**Input records**.
○ ○ ○ ○ ○

"""The output-path policy: checked before any work, atomic, modes kept, symlinks followed."""

from __future__ import annotations

import os
import shutil
import stat
import subprocess
import sys
import tempfile
from pathlib import Path

import pytest
from typer.testing import CliRunner

from partpick.cli import app
from partpick.errors import OutputPathError
from partpick.outputs import check_own_file, report_plot_path, resolve_output, write_output

INDUCTORS = Path(__file__).parent / "data" / "catalog" / "inductors_small.csv"
BOM_DATA = Path(__file__).parent / "data" / "bom"


def mode_of(path: Path) -> int:
    return stat.S_IMODE(path.stat().st_mode)


def test_a_new_file_follows_the_umask(tmp_path):
    old = os.umask(0o022)
    try:
        written = write_output(tmp_path / "new.csv", "a,b\n")
    finally:
        os.umask(old)
    assert mode_of(written) == 0o644  # 0666 less 022, as a shell redirect would make it


def test_an_existing_file_keeps_its_mode(tmp_path):
    target = tmp_path / "kept.csv"
    target.write_text("old")
    target.chmod(0o640)
    write_output(target, "new")
    assert target.read_text() == "new"
    assert mode_of(target) == 0o640


def test_a_symlink_is_written_through(tmp_path):
    real = tmp_path / "real.md"
    real.write_text("old")
    link = tmp_path / "link.md"
    link.symlink_to(real)
    assert write_output(link, "new") == real
    assert link.is_symlink()
    assert real.read_text() == "new"


@pytest.mark.parametrize("path", ["/dev/null", "/dev/zero"])
def test_a_device_is_refused_and_left_alone(path):
    with pytest.raises(OutputPathError, match="is a device"):
        write_output(path, "x")
    assert stat.S_ISCHR(os.stat(path).st_mode)


def test_a_fifo_a_folder_and_a_missing_folder_are_refused(tmp_path):
    fifo = tmp_path / "pipe"
    os.mkfifo(fifo)
    with pytest.raises(OutputPathError, match="FIFO"):
        resolve_output(fifo)
    with pytest.raises(OutputPathError, match="is a folder"):
        resolve_output(tmp_path)
    with pytest.raises(OutputPathError, match="does not exist"):
        resolve_output(tmp_path / "nowhere" / "x.csv")


def test_a_read_only_file_is_refused_even_for_root(tmp_path):
    target = tmp_path / "frozen.csv"
    target.write_text("keep me")
    target.chmod(0o444)
    with pytest.raises(OutputPathError, match="read-only"):
        write_output(target, "new")
    assert target.read_text() == "keep me"


def test_a_file_partpick_did_not_write_is_not_taken_as_its_plot(tmp_path):
    assert report_plot_path(tmp_path / "board.md") == tmp_path / "board.plot.png"
    foreign = tmp_path / "board.plot.png"
    foreign.write_bytes(b"\x89PNG someone else's photo")
    with pytest.raises(OutputPathError, match="not written by partpick"):
        check_own_file(foreign, "--output")


def _imported_db(tmp_path: Path) -> str:
    db = str(tmp_path / "bom.db")
    for kind, name in (("inductor", "inductors"), ("capacitor", "capacitors"),
                       ("diode", "diodes"), ("mosfet", "mosfets")):  # fmt: skip
        result = CliRunner().invoke(
            app, ["import", str(BOM_DATA / f"{name}.csv"), "--kind", kind, "--db", db]
        )
        assert result.exit_code == 0, result.output
    return db


def test_the_report_never_overwrites_its_neighbour(tmp_path):
    db = _imported_db(tmp_path)
    neighbour = tmp_path / "board.png"
    neighbour.write_bytes(b"the board photo")
    foreign_plot = tmp_path / "board.plot.png"
    foreign_plot.write_bytes(b"not ours")
    args = ["bom", str(BOM_DATA / "spec.toml"), "--db", db, "--format", "md"]
    refused = CliRunner().invoke(app, [*args, "--output", str(tmp_path / "board.md")])
    assert refused.exit_code == 2
    assert "not written by partpick" in refused.output
    assert not (tmp_path / "board.md").exists()  # refused before any work
    foreign_plot.unlink()
    done = CliRunner().invoke(app, [*args, "--output", str(tmp_path / "board.md")])
    assert done.exit_code == 0, done.output
    assert neighbour.read_bytes() == b"the board photo"
    assert f"wrote {tmp_path / 'board.md'}" in done.output
    again = CliRunner().invoke(app, [*args, "--output", str(tmp_path / "board.md")])
    assert again.exit_code == 0, again.output  # its own plot may be replaced


@pytest.mark.parametrize("where", ["missing-folder", "folder", "read-only"])
def test_a_bad_rejects_path_stores_nothing(tmp_path, where):
    db = str(tmp_path / "cat.db")
    target = {
        "missing-folder": tmp_path / "nope" / "rejects.csv",
        "folder": tmp_path,
        "read-only": tmp_path / "ro.csv",
    }[where]
    if where == "read-only":
        target.write_text("old")
        target.chmod(0o444)
    result = CliRunner().invoke(
        app,
        ["import", str(INDUCTORS), "--kind", "inductor", "--db", db, "--rejects", str(target)],
    )
    assert result.exit_code == 2, result.output
    assert "--rejects" in result.output
    assert "Traceback" not in result.output
    assert not Path(db).exists()  # refused before the catalog was even opened


def _nobody_can_run_partpick() -> bool:
    if os.geteuid() != 0:
        return False
    probe = subprocess.run(
        ["setpriv", "--reuid=nobody", "--regid=nogroup", "--clear-groups",
         sys.executable, "-c", "import partpick"],
        capture_output=True,
    )  # fmt: skip
    return probe.returncode == 0


needs_nobody = pytest.mark.skipif(
    not _nobody_can_run_partpick(), reason="needs root, setpriv and a venv nobody can read"
)


def run_as_nobody(*args: str, cwd: Path) -> subprocess.CompletedProcess:
    """Run ``partpick ARGS`` as the unprivileged user nobody (root bypasses file modes)."""
    entry = "import sys; from partpick.cli import main; sys.argv[0] = 'partpick'; main()"
    command = [sys.executable, "-c", entry, *args]
    return subprocess.run(
        ["setpriv", "--reuid=nobody", "--regid=nogroup", "--clear-groups", *command],
        capture_output=True, text=True, cwd=cwd, env={**os.environ, "HOME": str(cwd)},
    )  # fmt: skip


@pytest.fixture
def open_tmp():
    """Function scope: a folder the user nobody can reach (pytest's own tmp is 0700)."""
    folder = Path(tempfile.mkdtemp(prefix="partpick-nobody-"))
    folder.chmod(0o777)
    yield folder
    shutil.rmtree(folder, ignore_errors=True)


@needs_nobody
def test_an_output_into_a_read_only_folder_is_a_message(open_tmp):
    tmp_path = open_tmp
    folder = tmp_path / "locked"
    folder.mkdir(mode=0o555)
    spec = tmp_path / "spec.toml"
    spec.write_bytes((BOM_DATA / "spec.toml").read_bytes())
    spec.chmod(0o644)
    result = run_as_nobody(
        "import", str(INDUCTORS), "--kind", "inductor", "--db", str(tmp_path / "x.db"),
        "--rejects", str(folder / "rejects.csv"), cwd=tmp_path,
    )  # fmt: skip
    assert result.returncode == 2, result.stderr
    assert "is not writable" in result.stderr
    assert "Traceback" not in result.stderr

○ ○ ○ ○ ○

**How to complete this task**. Using the records given above, list every line that includes the word "modes".

**Written answer**.
"""The output-path policy: checked before any work, atomic, modes kept, symlinks followed."""
    """Run ``partpick ARGS`` as the unprivileged user nobody (root bypasses file modes)."""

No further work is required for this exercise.